On Monday evening, in the Q&A during my talk, I was asked about the relevance of Ostrom’s work to mine around VRM and The Intention Economy. I answered, with regret, that my sourcing of Ostrom was limited to a bibliography entry, after I had to reduce the curb weight of the book from 120,000 words to 80,000. So here’s one section, recovered from the cutting room floor:
In Governing the Commons (1990), Elinor Ostrom says Hardin’s argument is not new:
Aristotle long ago observed that “what is common to the greatest number has the least care bestowed upon it. Everyone thinks chiefly of his own, hardly at all of the common interest” (Politics Book II, ch. 3). Hobbes’s parable of man in a state of nature is a prototype of the tragedy of the commons: Men see their own good and end up fighting one another…
She goes on to cite a long list of other sources, the growing sum of which have long since snowballed into a single widely held conclusion: “Much of the world is dependent on resources that are subject to the possibility of a tragedy of the commons.”
Yet Hardin’s model, she explains, is an argument of one very narrow kind: a prisoner’s dilemma, “conceptualized as a noncooperative game in which all players possess complete information … When both players choose their dominant strategy… they produce an equlibrium that is the third-best result for both.” The game is fascinating for scholars because “The paradox that individually rational strategies lead to collectively irrational outcomes seems to challenge the fundamental faith that rational beings can achieve rational results.” She adds, “The deep attraction of the dilemma is further illustrated by the number of articles written about it. At one count, 15 years ago, more than 2,000 papers had been devoted to the prisoner’s dilemma game (Grofman and Pool 1975).”

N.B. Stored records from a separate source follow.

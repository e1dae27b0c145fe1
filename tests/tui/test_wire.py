"""What goes over the line, counted in bytes; and that the cells sent are the cells wanted."""

from __future__ import annotations

import random
import re
import signal

import pyte
import pytest
from pty_harness import Terminal, python
from rich.color import ColorSystem
from rich.segment import Segment
from rich.style import Style
from textual.strip import Strip

from tui.cell_diff import Picture
from tui.wire import Pace

APP = python("tests/tui/wire_app.py")
RIGHT, LEFT = "\x1b[C", "\x1b[D"
QUERY = b"\x1b[6n"

SIMPLE = ["width 6.20", "⣀⡤⠖", "┊", "   ", "■ ○", "a b", "größe"]
AWKWARD = [*SIMPLE, "温度", "e\u0301te\u0301", "🙂", "ok 温"]
STYLES = [
    Style(),
    Style.parse("bold"),
    Style.parse("color(75)"),
    Style.parse("color(75) on color(236)"),
    Style.parse("reverse"),
]


def seen(screen: pyte.Screen) -> list[list[tuple[object, ...]]]:
    """The cells of a screen; what a blank would be drawn in cannot be seen."""
    rows = []
    for y in range(screen.lines):
        cells = [screen.buffer[y][x] for x in range(screen.columns)]
        rows.append([(c.data, c.bg, c.reverse, *(() if c.data == " " else (c.fg, c.bold))) for c in cells])
    return rows


def random_strip(draw: random.Random, words: list[str]) -> Strip:
    return Strip([Segment(draw.choice(words), draw.choice(STYLES)) for _ in range(draw.randint(1, 4))])


@pytest.mark.parametrize("seed", range(25))
@pytest.mark.parametrize("words", [SIMPLE, AWKWARD], ids=["simple", "awkward"])
def test_many_small_frames_show_what_one_whole_frame_shows(seed: int, words: list[str]) -> None:
    draw = random.Random(seed)
    picture, whole = Picture(24, 5), Picture(24, 5)
    small, big = pyte.Screen(24, 5), pyte.Screen(24, 5)
    stream = pyte.Stream(small)
    for _ in range(12):
        for _ in range(draw.randint(1, 3)):
            strip, y, x = random_strip(draw, words), draw.randrange(5), draw.randrange(16)
            first = (
                0 if words is AWKWARD else draw.randrange(24)
            )  # a cut through a wide character has no one answer
            for each in (picture, whole):
                each.put(y, x, strip, ColorSystem.EIGHT_BIT, first, 24)
        stream.feed(picture.frame())
    whole.forget()
    pyte.Stream(big).feed(whole.frame())
    assert seen(small) == seen(big)
    assert picture.frame() == ""


@pytest.mark.parametrize("seed", range(30))
def test_scrolled_rows_are_moved_by_the_terminal_and_end_where_they_are_wanted(seed: int) -> None:
    """A list under a header, beside a column that does not scroll, goes up and down by a few rows at a time."""
    draw = random.Random(seed)
    picture, whole = Picture(60, 16), Picture(60, 16)
    small, big = pyte.Screen(60, 16), pyte.Screen(60, 16)
    stream = pyte.Stream(small)
    lines = [
        f"{draw.choice(SIMPLE)} row {index} {draw.random():.12f} and further words" for index in range(60)
    ]
    beside = draw.choice(["", "", "fixed"])
    top = 20
    scrolled = 0
    for _ in range(12):
        top = max(0, min(44, top + draw.choice([-9, -3, -2, -1, 1, 2, 3, 9])))
        header = Strip([Segment(f"{top + 1} of 60", draw.choice(STYLES))])
        rows = [header] + [
            Strip(
                [
                    Segment(f"{lines[top + y]:50.50}", STYLES[y % 5 if y == 7 else 0]),
                    Segment(f"{beside:10}", Style()),
                ]
            )
            for y in range(14)
        ]
        for y, strip in enumerate(rows):
            for each in (picture, whole):
                each.put(y, 0, strip, ColorSystem.EIGHT_BIT, 0, 60)
        frame = picture.frame()
        scrolled += "\x1b[r" in frame
        stream.feed(frame)
        assert [line.rstrip() for line in small.display[1:15]] == [
            f"{lines[top + y]:50.50}{beside:10}".rstrip() for y in range(14)
        ]
    whole.forget()
    pyte.Stream(big).feed(whole.frame())
    assert seen(small) == seen(big)
    assert scrolled >= 3


def test_scrolling_a_list_by_one_row_sends_little_more_than_that_row() -> None:
    picture = Picture(80, 24)

    def show(first: int) -> str:
        for y in range(24):
            words = f"{random.Random(first + y).getrandbits(200):060x} {(first + y):>10}"
            picture.put(y, 0, Strip([Segment(words, Style())]), ColorSystem.EIGHT_BIT, 0, 80)
        return picture.frame()

    show(0)
    assert len(show(1)) < 150
    assert len(show(0)) < 150


def test_a_frame_holds_only_what_changed() -> None:
    picture = Picture(80, 3)
    picture.put(
        1,
        0,
        Strip([Segment("the width is 6.20 and more words follow here", Style())]),
        ColorSystem.EIGHT_BIT,
        0,
        80,
    )
    picture.frame()
    picture.put(
        1,
        0,
        Strip([Segment("the width is 6.38 and more words follow here", Style())]),
        ColorSystem.EIGHT_BIT,
        0,
        80,
    )
    assert picture.frame() == "\x1b[2;16H\x1b[m38"


def test_a_blank_costs_no_change_of_pen() -> None:
    picture = Picture(20, 1)
    blue = Style.parse("color(75)")
    segments = [
        Segment("o", blue),
        Segment(" ", Style()),
        Segment("o", blue),
        Segment(" ", Style()),
        Segment("o", blue),
    ]
    picture.put(0, 0, Strip(segments), ColorSystem.EIGHT_BIT, 0, 20)
    assert picture.frame().count("38;5;75") == 1


def test_pace_waits_for_the_answer_or_a_second() -> None:
    pace = Pace()
    assert pace.ready(0.0)
    pace.sent(0.0)
    assert not pace.ready(0.5)
    pace.answered()
    assert pace.ready(0.5)
    pace.sent(0.5)
    assert not pace.ready(1.4)
    assert pace.ready(1.6)


def test_pace_stops_asking_a_terminal_that_never_answers_and_begins_again_when_it_does() -> None:
    pace = Pace()
    now = 0.0
    for _ in range(3):
        assert pace.asks
        pace.sent(now)
        now += 1.1
        assert pace.ready(now)
    assert not pace.asks
    pace.sent(now)
    assert pace.ready(now)
    pace.answered()
    assert pace.asks


def test_budgets_idle_scrub_and_status() -> None:
    with Terminal(APP, size=(100, 30)) as terminal:
        terminal.wait_for("local randomisation")
        terminal.settle()
        assert terminal.read(1.0) == 0, "an idle screen sends nothing"
        steps, place = [], 0
        for at in (1, 2, 3, 4, 3, 2, 1, 0, -1, -2):
            before = terminal.sent
            terminal.type(RIGHT if at > place else LEFT)
            terminal.wait_for(f"width {6.2 * 1.03**at:.2f}")
            terminal.settle(quiet=0.06)
            steps.append(terminal.sent - before)
            place = at
        assert max(steps) < 1500
        terminal.type("s")
        terminal.wait_for("permutation 250")
        assert 0 < terminal.read(2.0) / 2.0 < 1000


def test_scrubbed_screen_equals_the_screen_sent_whole() -> None:
    with Terminal(APP, size=(100, 30)) as terminal:
        terminal.wait_for("local randomisation")
        for key in [RIGHT] * 7 + [LEFT] * 3:
            terminal.type(key)
            terminal.settle(quiet=0.1)
        scrubbed = terminal.cells()
        terminal.type("r")
        assert terminal.settle() > 2000
        assert terminal.cells() == scrubbed


def test_the_same_screen_without_our_wire() -> None:
    with Terminal(APP, size=(100, 30)) as ours, Terminal([*APP, "plain"], size=(100, 30)) as theirs:
        for terminal in (ours, theirs):
            terminal.wait_for("local randomisation")
            for key in (RIGHT, RIGHT, LEFT, RIGHT):
                terminal.type(key)
                terminal.settle(quiet=0.1)
        assert ours.cells() == theirs.cells()


def test_a_held_key_queues_nothing_for_a_terminal_that_is_behind() -> None:
    with Terminal(APP, size=(100, 30)) as terminal:
        terminal.wait_for("local randomisation")
        terminal.settle()
        terminal.answers = False
        before = terminal.raw.count(QUERY)
        for _ in range(25):
            terminal.type(RIGHT)
            terminal.read(0.02)
        assert terminal.raw.count(QUERY) - before <= 2  # one frame, and at most one more after a second
        terminal.answers = True
        terminal.type("\x1b[1;1R")  # the late answer
        terminal.settle()
        width = 6.2 * 1.03**25
        assert f"width {width:.2f}" in terminal.text()


def test_a_terminal_that_never_answers_still_gets_everything() -> None:
    with Terminal(APP, size=(100, 30), answers=False) as terminal:
        terminal.wait_for("local randomisation")
        terminal.type(RIGHT)
        terminal.wait_for(f"width {6.2 * 1.03:.2f}", patience=5.0)


def test_resizing_leaves_no_remains() -> None:
    with Terminal(APP, size=(100, 30)) as terminal:
        terminal.wait_for("local randomisation")
        terminal.settle()
        terminal.resize(80, 24)
        terminal.settle()
        small = terminal.cells()
        terminal.type("r")
        terminal.settle()
        assert terminal.cells() == small
        assert "local randomisation" in terminal.text()


def test_coming_back_after_a_stop_draws_everything_anew() -> None:
    with Terminal(APP, size=(100, 30)) as terminal:
        terminal.wait_for("local randomisation")
        terminal.settle()
        before = terminal.cells()
        terminal.signal(signal.SIGTSTP)
        terminal.read(0.5)
        terminal.show("\x1b[2J\x1b[Hsomething else wrote here")
        terminal.signal(signal.SIGCONT)
        # Everything, however late a loaded machine wakes the program up; `wait_for` fails where it never comes.
        terminal.wait_for(lambda _: terminal.cells() == before)
        terminal.type(RIGHT)
        terminal.wait_for("width 6.39")


@pytest.mark.parametrize(
    ("environment", "size"),
    [
        ({"TERM": "xterm"}, (80, 24)),
        ({"TERM": "screen-256color"}, (80, 24)),
        ({"TERM": "dumb"}, (80, 24)),
        ({"NO_COLOR": "1"}, (80, 24)),
        ({"LANG": "C"}, (80, 24)),
        ({}, (40, 12)),
        ({}, (20, 6)),
    ],
    ids=lambda value: "-".join(map(str, value.items() if isinstance(value, dict) else value)),
)
def test_awkward_terminals(environment: dict[str, str], size: tuple[int, int]) -> None:
    with Terminal(APP, size=size, environment=environment) as terminal:
        terminal.wait_for("width 6.20" if size == (80, 24) else lambda text: bool(text.strip()))
        terminal.type(RIGHT)
        terminal.settle()
        if size == (80, 24):
            assert "width 6.39" in terminal.text()
        colours = set(re.findall(rb"\x1b\[0;[\d;]*?([34]8;[25];|[34][0-7]m)", bytes(terminal.raw)))
        if "NO_COLOR" in environment or environment.get("TERM") == "dumb":
            assert not colours
        if environment.get("TERM") == "xterm":
            assert not any(colour.startswith((b"38;", b"48;")) for colour in colours)
        assert b"Traceback" not in terminal.raw
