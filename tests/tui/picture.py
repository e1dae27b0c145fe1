"""Developer tool: a picture of a screen, cell by cell, to look at.

    python tests/tui/picture.py FOLDER [WORD]

writes one PNG for each widget of the gallery (those whose name holds WORD), size and look. Pillow is not a dependency of
the program; it comes with matplotlib.
"""

from __future__ import annotations

import asyncio
import sys
from pathlib import Path

from golden import screen_strips
from PIL import Image, ImageDraw, ImageFont
from rich.cells import cell_len
from rich.color import ColorType
from rich.style import Style
from rich.terminal_theme import DIMMED_MONOKAI, TerminalTheme
from textual.app import App
from textual.strip import Strip

CELL = (10, 21)
_LIGHT = TerminalTheme(
    (255, 255, 255), (36, 36, 36),
    [(0, 0, 0), (170, 0, 0), (0, 120, 0), (150, 110, 0), (0, 0, 170), (150, 0, 150), (0, 130, 140), (200, 200, 200)],
    [(90, 90, 90), (255, 80, 80), (80, 200, 80), (220, 180, 0), (80, 80, 255), (255, 80, 255), (0, 180, 190), (255, 255, 255)],
)  # fmt: skip
_DARK = TerminalTheme((18, 18, 18), (208, 208, 208), DIMMED_MONOKAI.ansi_colors._colors[:8], None)


def _fonts() -> tuple[ImageFont.FreeTypeFont, ImageFont.FreeTypeFont]:
    folder = Path("/usr/share/fonts/truetype/dejavu")
    return (
        ImageFont.truetype(str(folder / "DejaVuSansMono.ttf"), 16),
        ImageFont.truetype(str(folder / "DejaVuSansMono-Bold.ttf"), 16),
    )


def _colours(style: Style | None, theme: TerminalTheme) -> tuple[tuple[int, ...], tuple[int, ...]]:
    def of(colour: object, foreground: bool) -> tuple[int, ...]:
        plain = theme.foreground_color if foreground else theme.background_color
        if colour is None or colour.type is ColorType.DEFAULT:  # type: ignore[attr-defined]
            return tuple(plain)
        return tuple(colour.get_truecolor(theme, foreground=foreground))  # type: ignore[attr-defined]

    style = style or Style()
    ink, paper = of(style.color, True), of(style.bgcolor, False)
    if style.dim:
        ink = tuple((a + b) // 2 for a, b in zip(ink, paper, strict=True))
    return (paper, ink) if style.reverse else (ink, paper)


def draw(strips: list[Strip], path: Path, *, light: bool = False) -> None:
    """Write the strips as a PNG; braille and blocks are drawn by hand, so that fonts play no part in them."""
    theme = _LIGHT if light else _DARK
    width = max(strip.cell_length for strip in strips)
    picture = Image.new("RGB", (width * CELL[0], len(strips) * CELL[1]), tuple(theme.background_color))
    pen = ImageDraw.Draw(picture)
    regular, bold = _fonts()
    for row, strip in enumerate(strips):
        x, y = 0, row * CELL[1]
        for text, style, _ in strip:
            ink, paper = _colours(style, theme)
            for character in text:
                cells = cell_len(character)
                box = (x, y, x + cells * CELL[0] - 1, y + CELL[1] - 1)
                pen.rectangle(box, fill=paper)
                if 0x2800 <= ord(character) <= 0x28FF:
                    _braille(pen, ord(character) - 0x2800, x, y, ink)
                elif 0x2581 <= ord(character) <= 0x2588:
                    top = y + CELL[1] * (8 - (ord(character) - 0x2580)) // 8
                    pen.rectangle((x, top, box[2], box[3]), fill=ink)
                elif character != " ":
                    pen.text((x, y), character, fill=ink, font=bold if style and style.bold else regular)
                x += cells * CELL[0]
    picture.save(path)


def _braille(pen: ImageDraw.ImageDraw, bits: int, x: int, y: int, ink: tuple[int, ...]) -> None:
    for row, (left, right) in enumerate(((1, 8), (2, 16), (4, 32), (64, 128))):
        for column, bit in enumerate((left, right)):
            if bits & bit:
                cx, cy = x + 1 + column * 5, y + 1 + row * 5
                pen.rectangle((cx, cy, cx + 2, cy + 2), fill=ink)


async def _photograph(app: App[object], size: tuple[int, int], path: Path, light: bool) -> None:
    async with app.run_test(size=size) as pilot:
        await pilot.pause()
        await pilot.pause()
        draw(screen_strips(app), path, light=light)


def main() -> None:
    """Photograph the gallery."""
    from gallery import GALLERY, LOOKS, GalleryApp

    folder, word = Path(sys.argv[1]), (sys.argv[2] if len(sys.argv) > 2 else "")
    folder.mkdir(parents=True, exist_ok=True)
    for name in GALLERY:
        if word not in name:
            continue
        for look_name, look in LOOKS.items():
            for size in ((80, 24), (120, 40)):
                app = GalleryApp(name, look=look)
                path = folder / f"{name}-{size[0]}x{size[1]}-{look_name}.png"
                asyncio.run(_photograph(app, size, path, look_name == "light"))


if __name__ == "__main__":
    main()
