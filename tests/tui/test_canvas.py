"""The canvas against slow, obvious twins: dots by Unicode's own names, curves and differences cell by cell."""

from __future__ import annotations

import itertools
import math
import unicodedata

import numpy as np
import pytest
from hypothesis import given
from hypothesis import strategies as st

from tui.canvas import ASCII_MARKS, Canvas, narrow
from tui.look import DARK, LIGHT, TERMINAL, Ink, Look, Paper
from tui.plot_area import PlotArea, Scale, even_scale, nice_step, nice_ticks, tick_labels

# Unicode numbers the dots of a braille cell 1-3 and 7 down the left, 4-6 and 8 down the right.
NUMBER_OF_DOT = {(0, 0): 1, (1, 0): 2, (2, 0): 3, (0, 1): 4, (1, 1): 5, (2, 1): 6, (3, 0): 7, (3, 1): 8}


def area_on(width: int = 20, height: int = 8, **options: bool) -> PlotArea:
    canvas = Canvas(width, height, **options)
    return PlotArea(
        canvas,
        left=0,
        top=0,
        width=width,
        height=height,
        x=Scale(low=0, high=width),
        y=Scale(low=0, high=height),
    )


def dots_of(canvas: Canvas) -> set[tuple[int, int]]:
    """Every dot on the canvas, read back through the names of the characters."""
    found = set()
    for y, row in enumerate(canvas.to_text()):
        for x, character in enumerate(row):
            name = unicodedata.name(character)
            if name.startswith("BRAILLE PATTERN DOTS-"):
                numbers = {int(digit) for digit in name.removeprefix("BRAILLE PATTERN DOTS-")}
                found |= {
                    (4 * y + r, 2 * x + c) for (r, c), number in NUMBER_OF_DOT.items() if number in numbers
                }
    return found


@given(st.integers(0, 2**32 - 1))
def test_dots_are_the_ones_unicode_names(seed: int) -> None:
    mask = np.random.default_rng(seed).random((12, 10)) < 0.2
    canvas = Canvas(7, 5)
    canvas.dots(mask, Ink.ACCENT, x=1, y=2)
    wanted = {(int(r) + 8, int(c) + 2) for r, c in zip(*np.nonzero(mask), strict=True)}
    assert dots_of(canvas) == wanted


@given(
    st.lists(st.floats(-30, 30), min_size=2, max_size=12),
    st.floats(0.05, 3),
)
def test_a_curve_passes_through_its_heights_without_holes(heights: list[float], step: float) -> None:
    area = area_on()
    x = np.arange(len(heights)) * step
    area.curve(x, heights, Ink.ACCENT)
    dots = dots_of(area.canvas)
    columns = [c for c in range(40) if x[0] - 1e-9 <= (c + 0.5) / 2 <= x[-1] + 1e-9]
    for column in columns:
        height = float(np.interp((column + 0.5) / 2, x, heights))
        row = (8 - height) * 4 - 0.5
        if 0 <= round(row) < 32 and abs(row - math.floor(row) - 0.5) > 1e-6:
            assert (round(row), column) in dots
    # No holes: dots of neighbouring columns touch, where both are inside.
    for before, after in itertools.pairwise(columns):
        a, b = [{r for r, c in dots if c == column} for column in (before, after)]
        if a and b and min(a) > 0 and max(a) < 31 and min(b) > 0 and max(b) < 31:
            assert min(abs(p - q) for p in a for q in b) <= 1


def test_the_line_does_not_drown_in_its_band() -> None:
    area = area_on()
    x = np.linspace(0, 20, 50)
    area.band(x, np.full(50, 3.9), np.full(50, 4.1))
    area.curve(x, np.full(50, 4.0), Ink.ACCENT)
    row = area.canvas.ink[int(area.rows([4.0])[0])]
    assert (row == Ink.ACCENT).all()


def test_marks_lie_on_the_line_and_a_rule_only_where_nothing_is() -> None:
    area = area_on()
    area.curve([0, 20], [4.05, 4.05], Ink.ACCENT)
    area.points([10.5], [4.05], "■", Ink.TEXT)
    area.vertical_rule(3.5)
    area.vertical_rule(10.5)
    text = area.canvas.to_text()
    assert text[3][10] == "■"
    assert text[2][3] == text[2][10] == "┊"
    assert unicodedata.name(text[3][3]).startswith("BRAILLE")


def test_a_level_rule_keeps_away_from_what_is_drawn() -> None:
    area = area_on()
    area.curve([5, 15], [4.0, 4.0], Ink.EDGE, dashed=True)
    area.horizontal_rule(4.0)
    row = area.canvas.to_text()[int(area.rows([4.0])[0])]
    assert row[:4] == row[16:20] == "╌╌╌╌"
    assert "╌" not in row[5:15]


def test_the_band_is_tinted_between_its_edges_and_nowhere_else() -> None:
    area = area_on()
    area.band([5, 15], [2.0, 2.0], [6.0, 6.0])
    tinted = area.canvas.paper == Paper.BAND
    wanted = np.zeros_like(tinted)
    wanted[2:6, 5:15] = True
    assert (tinted == wanted).all()


def test_what_cannot_be_drawn_draws_nothing() -> None:
    area = area_on()
    nothing = np.empty(0)
    for x, y in (
        (nothing, nothing),
        ([1.0], [2.0]),
        ([1.0, 2.0], [np.nan, np.nan]),
        ([30.0, 40.0], [1.0, 1.0]),
    ):
        area.curve(x, y, Ink.ACCENT)
        area.band(x, y, y)
    area.curve([0.0, 20.0], [1e300, -1e300], Ink.TEXT)  # far outside: no overflow, only the crossing
    area.points([np.inf, -np.inf, np.nan, 99.0], [1.0, np.nan, 1.0, 1.0], "○", Ink.TEXT)
    area.canvas.dots(np.zeros((32, 40), dtype=bool), Ink.TEXT)
    assert "○" not in "".join(area.canvas.to_text())
    assert Canvas(0, 0).strips(Look()) == []
    assert Canvas(0, 3).to_text() == ["", "", ""]
    assert Canvas(3, 0).to_text() == []


def test_points_outside_are_left_out_not_pushed_to_the_rim() -> None:
    area = area_on()
    area.points([-0.5, 20.5, 5.0, 5.0], [4.0, 4.0, -0.5, 8.5], "○", Ink.TEXT)
    assert area.canvas.to_text() == [""] * 8


def test_text_is_cut_at_both_rims() -> None:
    canvas = Canvas(5, 1)
    canvas.text(-2, 0, "abcd")
    canvas.text(3, 0, "xyz")
    canvas.text(0, 7, "nowhere")
    assert canvas.to_text() == ["cd xy"]


@pytest.mark.parametrize("theme", [DARK, LIGHT, TERMINAL])
@pytest.mark.parametrize("colour", [True, False])
def test_strips_hold_the_text_and_every_segment_has_a_style(theme: str, colour: bool) -> None:
    area = area_on()
    area.band([5, 15], [2.0, 3.0], [6.0, 7.0])
    area.curve([0, 20], [1.0, 7.0], Ink.ACCENT)
    area.canvas.text(0, 0, "words", Ink.STRONG)
    strips = area.canvas.strips(Look(theme=theme, colour=colour))
    assert [strip.text.rstrip() for strip in strips] == area.canvas.to_text()
    assert {strip.cell_length for strip in strips} == {20}
    styles = [segment.style for strip in strips for segment in strip]
    assert None not in styles
    if not colour:
        assert all(style.color is None or style.color.is_default for style in styles if style)
        assert all(style.bgcolor is None for style in styles if style)


def test_blanks_cut_no_run() -> None:
    canvas = Canvas(12, 1)
    for x in (0, 4, 8):
        canvas.text(x, 0, "o", Ink.ACCENT)
    (strip,) = canvas.strips(Look())
    assert [segment.text for segment in strip] == ["o   o   o   "]


@given(st.integers(0, 2**32 - 1))
def test_changes_are_the_rows_that_differ_and_cover_every_difference(seed: int) -> None:
    draw = np.random.default_rng(seed)
    before, after = Canvas(9, 6), Canvas(9, 6)
    for canvas in (before, after):
        canvas.text(1, 1, "same", Ink.MUTED)
    for _ in range(int(draw.integers(0, 4))):
        ink = Ink(int(draw.integers(0, 6)))
        after.text(int(draw.integers(0, 9)), int(draw.integers(0, 6)), "x", ink)
    regions = after.changes(before)
    assert regions is not None
    different = {
        (x, y)
        for y in range(6)
        for x in range(9)
        if (after.glyph[y, x], after.ink[y, x]) != (before.glyph[y, x], before.ink[y, x])
    }
    covered = {(x, r.y) for r in regions for x in range(r.x, r.right)}
    assert different <= covered
    assert {y for _, y in different} == {region.y for region in regions}
    assert after.changes(Canvas(9, 5)) is None
    assert after.changes(None) is None


def test_ascii_only_is_ascii() -> None:
    area = area_on(ascii_only=True)
    area.band(np.linspace(0, 20, 40), np.linspace(0, 3, 40), np.linspace(2, 8, 40))
    area.curve(np.linspace(0, 20, 40), np.linspace(0, 8, 40), Ink.ACCENT)
    for column, mark in enumerate(ASCII_MARKS):
        area.canvas.text(column % 20, column // 20, mark)
    area.canvas.text(0, 5, "größe ☃")
    assert "".join(area.canvas.to_text()).isascii()


def test_names_in_wide_scripts_cannot_shift_the_picture() -> None:
    assert narrow("größe 温度 ok") == "größe ?? ok"


@given(st.floats(1e-12, 1e12))
def test_a_nice_step_is_one_two_or_five_and_the_next_not_below(rough: float) -> None:
    step = nice_step(rough)
    power = 10.0 ** math.floor(math.log10(step) + 1e-9)
    assert min(abs(step / power - factor) for factor in (1, 2, 5)) < 1e-9
    assert rough * (1 - 1e-8) <= step <= 2.5 * rough * (1 + 1e-8)


@given(st.floats(-1e6, 1e6), st.floats(1e-3, 1e6), st.integers(2, 12))
def test_ticks_are_few_inside_and_evenly_spaced(low: float, length: float, most: int) -> None:
    ticks = nice_ticks(low, low + length, most)
    assert len(ticks) <= most + 1
    slack = 1e-6 * length
    assert all(low - slack <= tick <= low + length + slack for tick in ticks)
    if len(ticks) > 2:
        np.testing.assert_allclose(np.diff(ticks), ticks[1] - ticks[0], rtol=1e-6)


@given(st.floats(-1e5, 1e5), st.floats(1e-3, 1e5), st.integers(5, 60))
def test_an_even_scale_holds_the_interval_and_spaces_its_labels_evenly(
    low: float, length: float, rows: int
) -> None:
    scale = even_scale(low, low + length, rows)
    slack = 1e-6 * length
    assert scale.low <= low + slack
    assert scale.high >= low + length - slack
    area = PlotArea(Canvas(5, rows), left=0, top=0, width=5, height=rows, x=Scale(low=0, high=1), y=scale)
    found = area.rows(scale.ticks(8))
    assert 1 <= len(found) <= 9
    assert len(set(np.diff(found).tolist())) <= 1


def test_an_even_scale_of_nothing_and_of_counts() -> None:
    flat = even_scale(3.0, 3.0, 10)
    assert flat.low < 3.0 < flat.high
    counts = even_scale(0.0, 273.0, 20, from_zero=True)
    assert counts.low == 0.0
    assert counts.high >= 273.0


@pytest.mark.parametrize(
    ("ticks", "labels"),
    [
        ([0.0, 0.2, 0.4], ["0.0", "0.2", "0.4"]),
        ([-5.0, 0.0, 5.0], ["−5", "0", "5"]),
        ([-0.0], ["0"]),
        ([0.25, 0.5], ["0.2", "0.5"]),
        ([1000.0, 2000.0], ["1,000", "2,000"]),
        ([1e8, 2e8], ["1e+08", "2e+08"]),
        ([0.0, 2e-6], ["0", "2e-06"]),
        ([], []),
    ],
)
def test_labels(ticks: list[float], labels: list[str]) -> None:
    assert tick_labels(ticks) == labels


def test_a_logarithmic_scale_gives_equal_ratios_equal_lengths() -> None:
    scale = Scale(low=1.0, high=16.0, log=True)
    np.testing.assert_allclose(scale.share([1, 2, 4, 8, 16]), [0, 0.25, 0.5, 0.75, 1], rtol=1e-12, atol=1e-12)
    assert scale.value(0.5) == pytest.approx(4.0, rel=1e-12)
    assert np.isnan(scale.share([0.0, -1.0])).all()
    assert Scale(low=1.0, high=100.0, log=True).ticks(8) == [1, 2, 5, 10, 20, 50, 100]
    assert len(Scale(low=6.0, high=9.0, log=True).ticks(6)) >= 3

Ostrom, however, doesn’t challenge Hardin’s assumption that common pool resources and a commons are the same thing. Lewis Hyde does. In Common as Air (2010), he makes a thoroughly argued case against both Hardin’s tragedy-prone commons and idealized models, such as what he calls John Locke’s “aboriginal first condition” and Lawrence Lessig’s “dreams of pentitude.” What Hyde argues for is something much more complex, subtle and—I believe—important to understand if we are to make the most of the Internet.
“I take a commons to be a kind of property,” Hyde writes, “and I take ‘property’ to be, by one old dictionary definition, a right of action,” noting “that ownership rarely consists of the entire set of possible actions.”
 Elinor Ostrom, Governing the Commons: The evolution of institutions for collective action. (New York, Cambridge University Press, 1990) 2-3.  Ibid., 3.  Ibid, 4-5.
 In fairness, Hyde notes, “Garret Hardin has indicated that his original essay should have been titled ‘The Tragedy of the Unmanaged commons,’ though better still might be ‘The Tragedy of Unmanaged, Laissez-Faire, Common-Pool Resources with Easy Access for Noncommunicating, Self-Interested Individuals.” (Common as Air, 44.) [Links added.]
The final version focuses entirely on Lewis Hyde’s work, which I believe encompasses Elinor Ostrom’s, at least for my purposes in the book. Still, leaving her out seems especially regrettable now.
And I encourage study of her work. Our common pool resources, which are many and of transcendant importance, are well served by her original thinking about them.